1. A copper-based coatings for crops under glass covers comprising: titanium, zinc, or tin, and which are completed by oxygen from the obtained oxides, as antiphytopathogenic coatings the coating is use to eliminate phytopathogens such as: Pseudomonas syringae pv. tomato (IOR2146) and five fungal strains: Alternaria solani (IOR2046), Botrytis cinerea (IOR2235), Aspergillus fumigatus (KKP683), Fusarium oxysporum (IOR2129), Cladosporium fulvum (IOR824) Phytophthora infestans (IOR2276) belonging to the Chromista kingdom, the class Peronosporea.

2. An antiphytopathogenic coating glass having a glass pane with a sputtered coating, the sputtered coating containing: copper in the amount of 10-90% and one of: titanium in the amount of 0.5-15%, zinc in the amount of 3-28%, tin in the amount of 1-20%, wherein the sputtered coating content is completed by an oxygen arising from obtained in process oxides.

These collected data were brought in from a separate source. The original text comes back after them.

def explain(exc: BaseException, conn: Connection, problems: ClientProblems | None = None) -> str:
    """A one-line text for a kafka-python error: its type and text, why, and a hint; secrets scrubbed."""
    from kafka import errors as kerr

    detail = re.sub(r"^(\w+): \1: ", r"\1: ", f"{type(exc).__name__}: {exc}")  # kafka errors repeat their name
    if problems is not None and problems.last:
        detail += f"; the broker refused the connection: {problems.last}"
    elif isinstance(exc, (kerr.KafkaConnectionError, kerr.KafkaTimeoutError)):
        detail += f" (is a broker running at {conn.servers_text}?)"
    return scrub(detail, conn)


@contextlib.contextmanager
def transport_errors(what: str, conn: Connection) -> Iterator[None]:
    """Turn kafka-python's errors inside the block into :class:`KafkaTransportError`.

    Parameters
    ----------
    what : str
        What was being done, for the message (``"kafka source reports: subscribing"``).
    conn : Connection
        Its brokers are named in the message; its secrets are scrubbed from it.
    """
    from kafka import errors as kerr

    with ClientProblems.watching() as problems:
        try:
            yield
        except (kerr.KafkaError, OSError) as exc:
            raise KafkaTransportError(f"{what}: {explain(exc, conn, problems)}") from None


def describe_connection(conn: Connection) -> dict:
    """What may be shown about a connection (dashboard, ``matcher status``): never a secret."""
    s = conn.security
    return {"bootstrap_servers": list(conn.bootstrap_servers), "client_id": conn.client_id,
            "security_protocol": s.protocol, "sasl_mechanism": s.sasl_mechanism, "username": s.username}
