def _codec(raw: Any, keypath: str, max_bytes: int) -> CodecSpec:
    if raw is None:
        raw = "native"
    if isinstance(raw, str):
        spec = CodecSpec(raw, MappingProxyType({}), keypath)
    elif isinstance(raw, Mapping):
        name = raw.get("name")
        if not isinstance(name, str):
            raise ConfigError(f"{keypath}.name", f"is required: the codec's name, got {name!r}")
        spec = CodecSpec(name, freeze({k: v for k, v in raw.items() if k != "name"}), keypath)
    else:
        raise ConfigError(keypath, f"must be a codec name or a mapping with name, got {type(raw).__name__}")
    spec.build(max_bytes)  # validates the options now, with the key path
    return spec


def _limits(raw: Any, ctx: ParseContext) -> Limits:
    kp = "limits"
    raw = check_keys(raw, ("message_max_bytes", "localization_max_bytes", "url_allow_list", "url_connect_timeout_s",
                           "url_total_timeout_s", "local_roots"), kp)
    allow = get_str_list(raw, "url_allow_list", kp)
    import urllib.parse

    for i, entry in enumerate(allow):
        u = urllib.parse.urlsplit(entry)
        if u.scheme != "https" or not u.hostname or u.username or u.password or u.query or u.fragment:
            raise ConfigError(f"{kp}.url_allow_list[{i}]", f"must be an https URL prefix such as "
                                                          f"'https://maps.example.org/alerts/', got {entry!r}")
    roots = tuple(get_path({"p": r}, "p", f"{kp}.local_roots[{i}]", ctx.base_dir)
                  for i, r in enumerate(get_str_list(raw, "local_roots", kp)))
    return Limits(
        message_max_bytes=get_int(raw, "message_max_bytes", kp, DEFAULT_MAX_MESSAGE_BYTES, lo=1024),
        localization_max_bytes=get_int(raw, "localization_max_bytes", kp, DEFAULT_LOCALIZATION_MAX_BYTES, lo=1024),
        url_allow_list=allow,
        url_connect_timeout_s=get_number(raw, "url_connect_timeout_s", kp, 10.0, lo=0.0, lo_open=True),
        url_total_timeout_s=get_number(raw, "url_total_timeout_s", kp, 60.0, lo=0.0, lo_open=True),
        local_roots=roots,
    )


def _secrets(raw: Any, base_dir: Path) -> dict[str, SecretRef]:
    raw = check_keys(raw, [k for k in (raw or {}) if isinstance(k, str)], "secrets")
    out = {}
    for name, spec in raw.items():
        kp = f"secrets.{_name_ok(name, 'secrets')}"
        spec = check_keys(spec, ("env", "file"), kp)
        if ("env" in spec) == ("file" in spec):
            raise ConfigError(kp, "needs exactly one of env (a variable name) or file (a path readable only by you)")
        if "env" in spec:
            out[name] = SecretRef(name, env=get_str(spec, "env", kp))
        else:
            out[name] = SecretRef(name, file=get_path(spec, "file", kp, base_dir))
    return out
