"""The in-memory localization: a multi-order HEALPix map with optional distance layers.

:class:`SkyMap` is immutable: its arrays are read-only and everything derived
from them (sort order for credible regions, the lookup table) is computed once
on first use. It never touches files; :mod:`matcher.sky.fitsio` builds it from
bytes.

Conventions
-----------
* Pixels are NUNIQ ids (IVOA MOC), stored sorted by their NESTED start index
  at the map's finest order, covering the whole sphere exactly once.
* ``probdensity`` is per steradian; ``prob = probdensity * area``.
* Positions are RA/Dec in degrees (ICRS), areas are reported in deg².
* Credible-region areas interpolate within the pixel where the cumulative
  probability crosses the level, so that splitting a pixel into children of
  equal density never changes an area (flat and multi-order forms agree).
* The searched probability and searched area at a position include every pixel
  at least as dense as the position's own (ties included): the region
  "scoring at least as high", which keeps false-association probabilities
  conservative.
"""

from __future__ import annotations

import math
import warnings
from dataclasses import dataclass, field
from functools import cached_property
from typing import Mapping

import healpy as hp
import numpy as np

from matcher.errors import MatcherWarning, SkyMapError
from matcher.sky import distance as _dist
from matcher.sky.coords import check_radec, radec_to_thetaphi, radec_to_vec, vec_to_radec
from matcher.sky.moc import MAX_ORDER, nested_ranges, order_ipix_to_uniq, pixel_area_sr, uniq_to_order_ipix

try:  # healpy's NESTED ang2pix kernel: healpy.ang2pix re-checks nside and theta on every call
    # (~20 µs, ten times the kernel on a small array); pixel_index passes checked angles.
    from healpy.pixelfunc import pixlib as _pixlib

    _ang2pix_kernel = _pixlib._ang2pix_nest
except (ImportError, AttributeError):  # a healpy without it: the public function
    _ang2pix_kernel = None


def _ang2pix_nest(nside: int, theta, phi):
    if _ang2pix_kernel is None:
        return hp.ang2pix(nside, theta, phi, nest=True)
    return _ang2pix_kernel(nside, theta, phi)


__all__ = ["SkyMap", "DEG2_PER_SR", "NORMALIZATION_SILENT", "NORMALIZATION_TOLERANCE"]

DEG2_PER_SR = (180.0 / math.pi) ** 2

#: |Σ prob − 1| up to this is float rounding: renormalized silently.
NORMALIZATION_SILENT = 1e-6
#: |Σ prob − 1| up to this is renormalized with a warning; beyond it the map is rejected.
NORMALIZATION_TOLERANCE = 1e-2
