/** A small element builder: the pages are built from data, never from HTML strings. */

type Child = Node | string | number | null | undefined | false;
type Attributes = Record<string, string | number | boolean | null | undefined>;

/** Creates an element; `on*` attributes are refused so no handler can be inline (strict CSP). */
export function h<K extends keyof HTMLElementTagNameMap>(tag: K, attributes: Attributes = {}, ...children: Child[]): HTMLElementTagNameMap[K] {
  const element = document.createElement(tag);
  setAttributes(element, attributes);
  append(element, ...children);
  return element;
}

function setAttributes(element: Element, attributes: Attributes): void {
  for (const [name, value] of Object.entries(attributes)) {
    if (name.startsWith("on")) throw new Error(`inline handler ${name} refused`);
    if (value === false || value === null || value === undefined) continue;
    element.setAttribute(name, value === true ? "" : String(value));
  }
}

function append(parent: Node, ...children: Child[]): void {
  for (const child of children) {
    if (child === null || child === undefined || child === false) continue;
    parent.appendChild(typeof child === "string" || typeof child === "number" ? document.createTextNode(String(child)) : child);
  }
}

export function replaceChildren(parent: Element, ...children: Child[]): void {
  parent.replaceChildren();
  append(parent, ...children);
}

/** "allocationRatio" → "Allocation ratio"; short symbols such as p0 or n1 stay as they are. */
export function humanize(key: string): string {
  if (/^[a-z]\d*$/.test(key) || /^[a-z]\d+[a-z]?$/.test(key)) return key;
  const words = key.replace(/([a-z0-9])([A-Z])/g, "$1 $2").replace(/[-_]+/g, " ").toLowerCase().split(" ")
    .map((w) => ABBREVIATIONS[w] ?? w).join(" ");
  return words.charAt(0).toUpperCase() + words.slice(1);
}

/** Trade abbreviations keep their capitals in labels. */
const ABBREVIATIONS: Record<string, string> = {
  sd: "SD", mtd: "MTD", crm: "CRM", boin: "BOIN", dlt: "DLT", dlts: "DLTs", pet: "PET", hr: "HR", ci: "CI", id: "id",
};

/** Copies text, falling back to selecting it when the clipboard is not available. */
export async function copyText(text: string, fallbackField?: HTMLInputElement | HTMLTextAreaElement): Promise<boolean> {
  try {
    await navigator.clipboard.writeText(text);
    return true;
  } catch {
    if (fallbackField) {
      fallbackField.focus();
      fallbackField.select();
    }
    return false;
  }
}
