/** The pages' one script: each page names itself in <body data-page>. */
import { startCatalogPage } from "./catalogPage.js";
import { startDesignPage } from "./designPage.js";
import { h, replaceChildren } from "./dom.js";

const root = document.getElementById("app");
const page = document.body.dataset.page;
if (root) {
  const start = page === "design" ? startDesignPage : startCatalogPage;
  start(root).catch((error: unknown) => {
    replaceChildren(root, h("p", { class: "alert", role: "alert" }, `The page could not start: ${error instanceof Error ? error.message : String(error)}. Reload to try again.`));
  });
}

3. The antiphytopathogenic coating glass according to claim 2, wherein the sputtered coating is applied to raw glass that is not chemically treated, and to diffused glass that is chemically treated glass.

4. The antiphytopathogenic coating glass according to claim 2, wherein sputtered coating has an antiphytopathogenic effect of 1 to 8 decimal logarithms against phytopathogens in the form of bacteria such as Pseudomonas syringae, fungi like Alternaria solani, Cladosporium fulvum, Botrytis cinerea, Fusarium oxysporum, Chromista like Phytophthora infestans both present on the surface of coated glass and floating in the circulating air.

5. The antiphytopathogenic coating glass according to claim 2, wherein the sputtered coating reduces an average direct light transmittance measured in the Vis range of 400 to 700 nm (according to the NEN 2675:2018 Greenhouse glass) by a maximum of 1.0% compared to the base glass.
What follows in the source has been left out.